A new generosity, a new ability to accept to put himself more fully in the game in the first person, a new knowledge open to the inner perception of ultra-sensitive realities now seems to govern the painter's creativity, now able to give space to more direct and springy expressions for which it no longer seems necessary to resort to images that are in a certain sense predetermined.

Towards the immediate: this seems to be the direction taken by Beraldo, even though he is aware of the perhaps oxymoronic nature of this expression.

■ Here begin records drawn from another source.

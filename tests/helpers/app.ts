/** A Pewter app on a fresh, migrated and seeded database, plus supertest agents that sign in. */
import request from 'supertest'
import type { Express } from 'express'
import { createApp } from '../../server/app'
import { createContext } from '../../server/bootstrap'
import type { AppContext } from '../../server/context'
import type { Config } from '../../server/config'
import { DEMO_PASSWORD } from '../../server/db/seed'
import { freshDatabaseUrl } from './db'

export interface TestApp {
  app: Express
  context: AppContext
  close: () => Promise<void>
}

export async function makeTestApp(tag: string, overrides: Partial<Config> = {}, opts: { seed?: boolean } = {}): Promise<TestApp> {
  const databaseUrl = await freshDatabaseUrl(tag)
  const context = await createContext({ databaseUrl, rateLimitAuth: 10_000, ...overrides }, opts)
  const app = createApp(context, { serveClient: false })
  return { app, context, close: () => context.database.close() }
}

/** The header every state-changing request from our client carries (CSRF defence). */
export const CSRF = { 'X-Requested-With': 'pewter' }

export type Agent = ReturnType<typeof request.agent>

/** A cookie-keeping agent signed in as `email` (demo password by default). */
export async function signedIn(app: Express, email: string, password = DEMO_PASSWORD): Promise<Agent> {
  const agent = request.agent(app)
  const r = await agent.post('/api/auth/signin').set(CSRF).send({ email, password })
  if (r.status !== 200) throw new Error(`sign-in as ${email} failed: ${r.status} ${JSON.stringify(r.body)}`)
  return agent
}

export const demo = {
  admin: 'admin@tinmoor.example',
  modeler: 'modeler@tinmoor.example',
  modeler2: 'modeler2@tinmoor.example',
  reviewer: 'reviewer@tinmoor.example',
  viewer: 'viewer@tinmoor.example',
  ws: 'tinmoor',
}
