/**
 * Layout checks for the browser tests, evaluated in the page (as strings: the tests are type-checked
 * without the DOM library).
 */
import type { Page } from 'playwright-core'

/**
 * The elements reaching past the right edge of the window, outermost first (empty: the page does not
 * scroll sideways). Element Plus tables lay themselves out again after a resize, so poll this.
 */
export const overflowing = (page: Page) => page.evaluate(`(() => {
  if (document.documentElement.scrollWidth <= window.innerWidth) return []
  const w = window.innerWidth + 1
  return [...document.querySelectorAll('body *')]
    .filter((el) => el.getBoundingClientRect().right > w && !(el.parentElement && el.parentElement.getBoundingClientRect().right > w))
    .slice(0, 8)
    .map((el) => el.tagName.toLowerCase() + '.' + [...el.classList].join('.') + ' (' + Math.round(el.getBoundingClientRect().right) + ' px)')
})()`) as Promise<string[]>

/**
 * Legends lying over a chart's plotting area, an axis title or the chart title, for every Plotly chart
 * of the page (`found` names each, empty when clear), and how many legends were looked at.
 */
export const legendOverlaps = (page: Page) => page.evaluate(`(() => {
  const hit = (a, b) => Math.min(a.right, b.right) - Math.max(a.left, b.left) > 1 && Math.min(a.bottom, b.bottom) - Math.max(a.top, b.top) > 1
  const found = []
  let legends = 0
  document.querySelectorAll('.plotly-chart').forEach((chart, k) => {
    const legend = chart.querySelector('g.legend')
    if (!legend) return
    legends++
    const lr = legend.getBoundingClientRect()
    chart.querySelectorAll('.draglayer .nsewdrag, .g-xtitle, .g-ytitle, .gtitle').forEach((el) => {
      if (hit(lr, el.getBoundingClientRect())) found.push((chart.getAttribute('aria-label') || 'chart ' + k) + ': legend over ' + el.getAttribute('class'))
    })
  })
  return { found, legends }
})()`) as Promise<{ found: string[]; legends: number }>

Indeed, perhaps one can only be surprised by immediacy. Dino Marangon

------ Note 1. Da W. GUADAGNINI, Natura e artificio, nel catalogo della mostra, Pop Art Italia 1958 – 1968, a cura di W. GUADAGNINI, Galleria Civica di Modena 17 aprile – 3 giugno 2005, p. 149. 2. Vedi C. BRANDI, Poscritto – 1952, a, Cammino di Morandi, ora in C. BRANDI, Scritti sull’Arte, Torino 1976, p.36. 3. Così lo stesso Beraldo, in una conversazione con Paolo Levi. (Vedi, La dimensione metafisica dell’affresco. Colloquio tra Franco Beraldo e Paolo Levi, in, Franco Beraldo, Torino 2001, p. 11.) 4. Da S. ARFELLI, Dove si nascondono gli Dei, nel catalogo della personale di, Franco Beraldo, presso la Galleria d’Arte Nuovo Segno, Forlì 2002, pp. 12 – 14. 5. Da S. ZANELLA, nel catalogo della mostra, Franco Beraldo. Mostra Antologica. 25 anni di Pittura 1976 – 1991, Civica Galleria d’Arte Moderna, Gallarate 1992. 6. Ivi. 7. Da, La dimensione metafisica dell’affresco. Colloquio tra Franco Beraldo e Paolo Levi, cit. p. 11.